The Company has entered into a loan agreement (the “Loan Agreement”) on December 11, 2015 with Qualytextil for the amount of R$ 8,584,012. (approximately USD $2.29 million) for the purpose of providing funds necessary for Qualytextil to settle the two largest outstanding VAT claims with the State of Bahia. 
 
As described under “Shares Transfer Agreement” in this Note 15, the Company may be exposed to certain liabilities arising in connection with the prior operations of Qualytextil, including, without limitation, from lawsuits pending in the labor courts in Brazil and VAT taxes.
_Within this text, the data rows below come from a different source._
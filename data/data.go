// Package data holds the tables that batchwright carries with it: part
// families, bench instruments and a demonstration price book. It exposes the
// files as they are and knows nothing of what is in them.
package data

import "embed"

// Families is families.yaml: part families typical of their class, with a
// source for every figure.
//
//go:embed families.yaml
var Families []byte

// Instruments is instruments.yaml: bench instruments typical of their class.
//
//go:embed instruments.yaml
var Instruments []byte

// Prices is prices.csv. Every price in it is invented for demonstration.
//
//go:embed prices.csv
var Prices []byte

// Examples holds the example builds, one file each. Everything in them is
// invented.
//
//go:embed examples
var Examples embed.FS
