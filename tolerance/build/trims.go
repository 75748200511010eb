package build

import (
	"math"
	"strings"

	"batchwright/bom/document"
	"batchwright/bom/quantity"
)

// readTrims reads the trims in the order the bench does them.
func (r *reader) readTrims(n *document.Node) {
	if n == nil {
		return
	}
	if n.Kind != document.Sequence {
		r.Add(n, "trims", "a list such as [{turn: mixer.bias, output: mixer.collector, to: 0 V}]")
		return
	}
	for _, item := range n.Items {
		if r.Keys(item, "turn", "output", "to", "within", "at") || item.Kind == document.Mapping {
			r.readTrim(item)
		}
	}
}

func (r *reader) readTrim(n *document.Node) {
	var t Trim
	if turn := n.Get("turn"); turn != nil {
		r.broken["trim "+turn.Value] = true // until it is read
	}
	turn := r.Need(n, "turn", "STAGE.ROLE of a trimmer")
	output := r.Need(n, "output", "STAGE.OUTPUT to watch")
	to := r.Need(n, "to", "the value to bring it to")
	if turn == nil || output == nil || to == nil {
		return
	}
	turns := r.readTurn(turn, &t)
	var ok bool
	if t.Output, t.Unit, ok = r.readOutputName(output); !ok || !turns {
		return
	}
	r.read(to, t.Unit, &t.To)
	if at := n.Get("within"); at != nil && r.read(at, t.Unit, &t.Within) && !(t.Within >= 0) {
		r.Add(at, "within", "zero or more")
	}
	if at := n.Get("at"); at != nil {
		t.Condition = max(0, r.readCondition(at))
	}
	r.broken["trim "+turn.Value] = false
	r.build.Trims = append(r.build.Trims, t)
}

// readTurn reads the trimmer that a trim turns.
func (r *reader) readTurn(n *document.Node, t *Trim) bool {
	p := r.build.Place(n.Value)
	if p == nil || !p.Fitted {
		r.Add(n, "unknown trimmer", "STAGE.ROLE of a trimmer", r.trimmers()...)
		return false
	}
	if !p.Type.Trimmer() {
		r.Add(n, "trim on something that is not a trimmer",
			"a trimmer; "+n.Value+" is a "+string(p.Type), r.trimmers()...)
		return false
	}
	t.Stage, t.Role = position(n.Value)
	if r.build.TrimOf(t.Stage, t.Role) >= 0 {
		r.Add(n, "trimmer turned twice", "one trim for each trimmer")
		return false
	}
	return true
}

// trimmers lists the fitted trimmers.
func (r *reader) trimmers() []string {
	var names []string
	for _, s := range r.build.Stages {
		for _, p := range s.Places {
			if p.Fitted && p.Type.Trimmer() {
				names = append(names, s.Name+"."+p.Role)
			}
		}
	}
	return names
}

// readOutputName reads STAGE.OUTPUT.
func (r *reader) readOutputName(n *document.Node) (OutputName, quantity.Unit, bool) {
	stageName, output, _ := strings.Cut(n.Value, ".")
	if s := r.build.Stage(stageName); s != nil {
		if o, ok := s.output(output); ok {
			return OutputName{stageName, output}, o.Unit, true
		}
	}
	if !r.broken[stageName] {
		r.Add(n, "unknown output", "STAGE.OUTPUT", r.outputNames()...)
	}
	return OutputName{}, quantity.Unit{}, false
}

// readCondition reads a condition's name; -1 where there is none such.
func (r *reader) readCondition(n *document.Node) int {
	var names []string
	for _, c := range r.build.Conditions {
		names = append(names, c.Name)
	}
	word, _ := r.Word(n, "a condition", names...)
	return r.build.condition(word)
}

// centsAbove is how far a frequency some cents above a note lies from it; 1200
// cents are an octave.
func centsAbove(note, cents float64) float64 { return note * (math.Exp2(cents/1200) - 1) }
Settlement of the VAT claims under amnesty would benefit the Company in that it eliminates these large VAT claims, which the Company believes will render the continued viability of Qualytextil immaterial to the Company.  It should also eliminate the possibility of the sale of Qualytextil being found fraudulent on the basis of evading VAT claims and would subsequently eliminate the possibility of future encumbrance of the real estate by the state of Bahia subsequent to VAT claims.
 
It is expected that Qualytextil will complete the amnesty agreement with the State of Bahia on or before December 18, 2015.
 
USD $250,000 in continuing business incentives provided by Lakeland to Qualytextil in the Shares Transfer Agreement will be waived by Qualytextil as partial payment of the debt. 
 
Repayment of the loan by Qualytextil to the Company will include the following elements:
R$ 3,395,947 (approximately USD $900,000) in VAT credits will become available to Qualytextil from the State of Bahia to be used against future VAT payments.  Qualytextil has agreed to pay amounts equal to this credit to the Company in accordance with monthly sales volume.
 
Qualytextil will transfer the rights to a judicial deposit on a  tax  claim to the Company.  There is a judicial deposit of R$ 3,012,326 (approximately USD $800,000), however, Qualytextil will continue to make monthly deposits to the judicial account until the case is ruled upon by the Supreme Court of Brazil or the deposit is fully funded.  Attorneys success fee will be deducted before any disbursements to the Company or Qualytextil.  However, while the lawyer handling this case tells us it is probable Qualytextil will win this case, it may take years to resolve.
 
Credits of R$ 1,025,739 (Approximately USD $275,000) relating to the above case may be generated if and when the case is resolved. Qualytextil has agreed to pay amounts equal to this credit to the Company in accordance with monthly sales volume.
 
A minimum quarterly payment of R$ 300,000 (approximately USD $80,000) will be  required commencing October 2016.
 
The VAT loan agreement will be accounted for by the Company in its fiscal 2016 fourth quarter ending January 31, 2016. The Company has not yet determined the collectability or reserve needed in connection with the loan agreement which will result in an additional charge to the loss on disposal of discontinued operations. Any additional such losses will be available as additional tax loss carryforwards to offset cash taxes payable against future taxable income in the USA.